EX-10.11 2 dex1011.htm CHANGE OF CONTROL AGREEMENT Change of Control Agreement

Exhibit 10.11

CHANGE OF CONTROL AGREEMENT

THIS CHANGE OF CONTROL AGREEMENT (this “Agreement”) is made and entered into this 14th day of February, 2007, by and between LightPath Technologies, Inc., a Delaware corporation (the “Company”), and Kenneth Brizel (the “Executive”).

WITNESSETH:

WHEREAS, the Company has granted and may in the future grant to the Executive certain stock options, restricted stock awards, or restricted stock units (the “Executive’s Stock”) for the purpose of providing equity compensation to the Executive and aligning his interests with those of the stockholders of the Company (the “Stockholders”); and

WHEREAS, the Board of Directors of the Company (the “Board”) has determined that it is in the best interests of the Company and the Stockholders to provide for certain rights, including a cash payment and acceleration of the vesting of the Executive’s Stock in the event of a Change of Control (as defined below) in order to align further the interests of the Executive with those of the Stockholders.

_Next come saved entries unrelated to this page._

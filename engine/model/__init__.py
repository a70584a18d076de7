"""Floor 0: what a plant, a sensor or a stage is. Knows numpy, scipy and mpmath, nothing above it."""
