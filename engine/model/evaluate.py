"""Values of a factored model in the complex plane."""

from __future__ import annotations

import numpy as np
from numpy.typing import ArrayLike

from engine.model.factored import ComplexArray, Factored, FloatArray

_FACTORS_AT_ONCE = 500  # a product of so many mantissas in [0.5, 1.5) stays within a double's range


def response(model: Factored, s: ArrayLike) -> ComplexArray:
    """Value of the model at each s.

    Parameters
    ----------
    s : any shape, finite complex numbers [rad/s]

    Returns
    -------
    same shape; infinite at a pole, nan where a pole and a zero meet. Products are formed with their exponents
    apart, so only a value beyond 1e±308 itself overflows or vanishes, never an intermediate one.
    """
    at = np.asarray(s, dtype=np.complex128)
    with np.errstate(all="ignore"):
        zeros, zero_exponent = _product(at, model.zeros)
        poles, pole_exponent = _product(at, model.poles)
        ratio = model.gain * (zeros / poles)
        exponent = zero_exponent - pole_exponent
        # In two steps: a huge gain may meet a tiny product.
        half = exponent // 2
        value = _scaled(_scaled(ratio, half), exponent - half)
        if model.dead_time_s:
            value = value * np.exp(-model.dead_time_s * at)
        at_pole = (poles == 0) & (zeros != 0)
    return np.where(at_pole, complex(np.inf), value)


def log_derivative(model: Factored, s: ArrayLike) -> ComplexArray:
    """d/ds of log(model): Σ 1/(s − zero) − Σ 1/(s − pole) − dead time [s]; infinite at a root.

    Parameters
    ----------
    s : any shape, finite complex numbers [rad/s]
    """
    at = np.asarray(s, dtype=np.complex128)
    with np.errstate(all="ignore"):
        rise = (1 / (at[..., None] - model.zeros)).sum(axis=-1)
        fall = (1 / (at[..., None] - model.poles)).sum(axis=-1)
        value: ComplexArray = rise - fall - model.dead_time_s
    return value


def _product(at: ComplexArray, roots: ComplexArray) -> tuple[ComplexArray, FloatArray]:
    """Π(at − root) as mantissa · 2^exponent."""
    mantissa = np.ones(at.shape, dtype=np.complex128)
    exponent = np.zeros(at.shape)
    for start in range(0, len(roots), _FACTORS_AT_ONCE):
        factors = at[..., None] - roots[start : start + _FACTORS_AT_ONCE]
        exponents = np.frexp(np.maximum(np.abs(factors.real), np.abs(factors.imag)))[1]
        mantissa = mantissa * _scaled(factors, -exponents).prod(axis=-1)
        shift = np.frexp(np.maximum(np.abs(mantissa.real), np.abs(mantissa.imag)))[1]
        mantissa = _scaled(mantissa, -shift)
        exponent = exponent + exponents.sum(axis=-1) + shift
    return mantissa, exponent


def _scaled(number: ComplexArray, exponent: ArrayLike) -> ComplexArray:
    power = np.clip(np.asarray(exponent), -5000, 5000).astype(np.intc)
    scaled = np.empty(np.broadcast_shapes(number.shape, power.shape), dtype=np.complex128)
    scaled.real = np.ldexp(number.real, power)
    scaled.imag = np.ldexp(number.imag, power)
    return scaled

NOW THEREFORE, for good and valuable consideration, the adequacy of which is hereby acknowledged, the parties hereby agree as follows:

1. Definitions. The following terms shall have the meanings set forth below when capitalized in this Agreement:

1.1 “Termination without Cause” shall mean the termination of the Executive’s employment by the Company for any reason that does not constitute a Termination for Cause.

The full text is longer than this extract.